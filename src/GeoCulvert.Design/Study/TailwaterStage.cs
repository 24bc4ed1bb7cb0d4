using GeoCulvert.Design.Basis;
using GeoCulvert.Design.Crossings;
using GeoCulvert.Design.Hydraulics;
using GeoCulvert.Design.Terrain;

namespace GeoCulvert.Design.Study;

/// <summary>The water level at the outlet of a crossing, from the settings, the drainage area and the terrain below.</summary>
public static class TailwaterStage
{
    /// <summary>Length of stream over which the bed slope is taken, m (own rule; at least five cells).</summary>
    public const double SlopeReachM = 100;

    /// <summary>Least bed slope, m/m (own rule).</summary>
    public const double LeastSlopeMPerM = 0.0005;

    /// <summary>
    /// Channel width assumed from the drainage area: bankfull width = 2.70 A^0.352, A in km2, width in m (Bieger and others 2015, United States as a
    /// whole). From memory, which the finding says.
    /// </summary>
    public static double AssumedWidthM(double areaM2) => 2.70 * Math.Pow(areaM2 / 1e6, 0.352);

    /// <summary>Makes the tailwater of a crossing.</summary>
    /// <param name="crossing">The crossing.</param>
    /// <param name="terrain">Drained terrain.</param>
    /// <param name="areaM2">Drainage area, m2.</param>
    /// <param name="outletElevationM">Outlet invert, m.</param>
    /// <param name="settings">Settings.</param>
    /// <param name="givenElevationM">Level given for this crossing, m.</param>
    /// <param name="findings">Doubts are added here.</param>
    public static ITailwater For(
        Crossing crossing, DrainedTerrain terrain, double areaM2, double outletElevationM, TailwaterSettings settings, double? givenElevationM, List<Finding> findings)
    {
        ArgumentNullException.ThrowIfNull(crossing);
        ArgumentNullException.ThrowIfNull(terrain);
        ArgumentNullException.ThrowIfNull(settings);
        ArgumentNullException.ThrowIfNull(findings);
        if ((givenElevationM ?? settings.FixedElevationM) is { } level) return new FixedTailwater(level);
        var width = settings.BottomWidthM;
        if (width is null)
        {
            width = AssumedWidthM(areaM2);
            findings.Add(StudyFindings.TailwaterAssumed.With(
                $"bottom width {width:0.0} m from {areaM2 / 1e6:0.###} km2 (bankfull width 2.70 A^0.352, Bieger and others 2015, from memory), side slopes {settings.SideSlope:0.#} to 1, n = {settings.RoughnessN:0.###}", width));
        }

        var slope = settings.SlopeMPerM ?? BedSlope(crossing, terrain);
        if (!(slope >= LeastSlopeMPerM))
        {
            findings.Add(StudyFindings.TailwaterSlopeFloor.With($"measured {slope:0.00000}, used {LeastSlopeMPerM} m/m", slope, LeastSlopeMPerM));
            slope = LeastSlopeMPerM;
        }

        return new NormalDepthTailwater(new TrapezoidSection(width.Value, settings.SideSlope), settings.RoughnessN, slope, outletElevationM);
    }

    /// <summary>Fall of the untouched bed below the road by the length of stream: lowest ground in the first and last fifth of the reach.</summary>
    private static double BedSlope(Crossing crossing, DrainedTerrain terrain)
    {
        var frame = terrain.Elevation.Frame;
        var cell = Math.Max(frame.CellWidthM, frame.CellHeightM);
        var offRoad = (crossing.Road?.WidthM ?? 0) + cell;
        var reach = Math.Max(SlopeReachM, 5 * cell) + offRoad;
        var path = FlowSteps.DownstreamPath(terrain.Direction, crossing.MeetingCell, reach);
        var points = new List<(double DistanceM, double ElevationM)>();
        var distance = 0.0;
        for (var i = 0; i < path.Count; i++)
        {
            if (i > 0) distance += FlowSteps.Centre(frame, path[i - 1]).Distance(FlowSteps.Centre(frame, path[i]));
            var z = terrain.Elevation.Cells[path[i]];
            if (distance >= offRoad && !float.IsNaN(z)) points.Add((distance, z));
        }

        if (points.Count < 2) return double.NaN;
        // Least-squares line: one rough cell at either end does not set the slope.
        double mx = points.Average(p => p.DistanceM), mz = points.Average(p => p.ElevationM);
        return -points.Sum(p => (p.DistanceM - mx) * (p.ElevationM - mz)) / points.Sum(p => (p.DistanceM - mx) * (p.DistanceM - mx));
    }
}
=====
◆ **TASK GOAL**
Once you have read the entries, reproduce each one exactly.

◆ **OUTPUT FOR THIS EXERCISE**
filename src/GeoCulvert.Design/Study/TailwaterStage.cs
repository 24bc4ed1bb7cb0d4
using GeoCulvert.Design.Basis;
using GeoCulvert.Design.Crossings;
using GeoCulvert.Design.Hydraulics;
using GeoCulvert.Design.Terrain;

namespace GeoCulvert.Design.Study;

/// <summary>The water level at the outlet of a crossing, from the settings, the drainage area and the terrain below.</summary>
public static class TailwaterStage
{
    /// <summary>Length of stream over which the bed slope is taken, m (own rule; at least five cells).</summary>
    public const double SlopeReachM = 100;

    /// <summary>Least bed slope, m/m (own rule).</summary>
    public const double LeastSlopeMPerM = 0.0005;

    /// <summary>
    /// Channel width assumed from the drainage area: bankfull width = 2.70 A^0.352, A in km2, width in m (Bieger and others 2015, United States as a
    /// whole). From memory, which the finding says.
    /// </summary>
    public static double AssumedWidthM(double areaM2) => 2.70 * Math.Pow(areaM2 / 1e6, 0.352);

    /// <summary>Makes the tailwater of a crossing.</summary>
    /// <param name="crossing">The crossing.</param>
    /// <param name="terrain">Drained terrain.</param>
    /// <param name="areaM2">Drainage area, m2.</param>
    /// <param name="outletElevationM">Outlet invert, m.</param>
    /// <param name="settings">Settings.</param>
    /// <param name="givenElevationM">Level given for this crossing, m.</param>
    /// <param name="findings">Doubts are added here.</param>
    public static ITailwater For(
        Crossing crossing, DrainedTerrain terrain, double areaM2, double outletElevationM, TailwaterSettings settings, double? givenElevationM, List<Finding> findings)
    {
        ArgumentNullException.ThrowIfNull(crossing);
        ArgumentNullException.ThrowIfNull(terrain);
        ArgumentNullException.ThrowIfNull(settings);
        ArgumentNullException.ThrowIfNull(findings);
        if ((givenElevationM ?? settings.FixedElevationM) is { } level) return new FixedTailwater(level);
        var width = settings.BottomWidthM;
        if (width is null)
        {
            width = AssumedWidthM(areaM2);
            findings.Add(StudyFindings.TailwaterAssumed.With(
                $"bottom width {width:0.0} m from {areaM2 / 1e6:0.###} km2 (bankfull width 2.70 A^0.352, Bieger and others 2015, from memory), side slopes {settings.SideSlope:0.#} to 1, n = {settings.RoughnessN:0.###}", width));
        }

        var slope = settings.SlopeMPerM ?? BedSlope(crossing, terrain);
        if (!(slope >= LeastSlopeMPerM))
        {
            findings.Add(StudyFindings.TailwaterSlopeFloor.With($"measured {slope:0.00000}, used {LeastSlopeMPerM} m/m", slope, LeastSlopeMPerM));
            slope = LeastSlopeMPerM;
        }

        return new NormalDepthTailwater(new TrapezoidSection(width.Value, settings.SideSlope), settings.RoughnessN, slope, outletElevationM);
    }

    /// <summary>Fall of the untouched bed below the road by the length of stream: lowest ground in the first and last fifth of the reach.</summary>
    private static double BedSlope(Crossing crossing, DrainedTerrain terrain)
    {
        var frame = terrain.Elevation.Frame;
        var cell = Math.Max(frame.CellWidthM, frame.CellHeightM);
        var offRoad = (crossing.Road?.WidthM ?? 0) + cell;
        var reach = Math.Max(SlopeReachM, 5 * cell) + offRoad;
        var path = FlowSteps.DownstreamPath(terrain.Direction, crossing.MeetingCell, reach);
        var points = new List<(double DistanceM, double ElevationM)>();
        var distance = 0.0;
        for (var i = 0; i < path.Count; i++)
        {
            if (i > 0) distance += FlowSteps.Centre(frame, path[i - 1]).Distance(FlowSteps.Centre(frame, path[i]));
            var z = terrain.Elevation.Cells[path[i]];
            if (distance >= offRoad && !float.IsNaN(z)) points.Add((distance, z));
        }

        if (points.Count < 2) return double.NaN;
        // Least-squares line: one rough cell at either end does not set the slope.
        double mx = points.Average(p => p.DistanceM), mz = points.Average(p => p.ElevationM);
        return -points.Sum(p => (p.DistanceM - mx) * (p.ElevationM - mz)) / points.Sum(p => (p.DistanceM - mx) * (p.DistanceM - mx));
    }
}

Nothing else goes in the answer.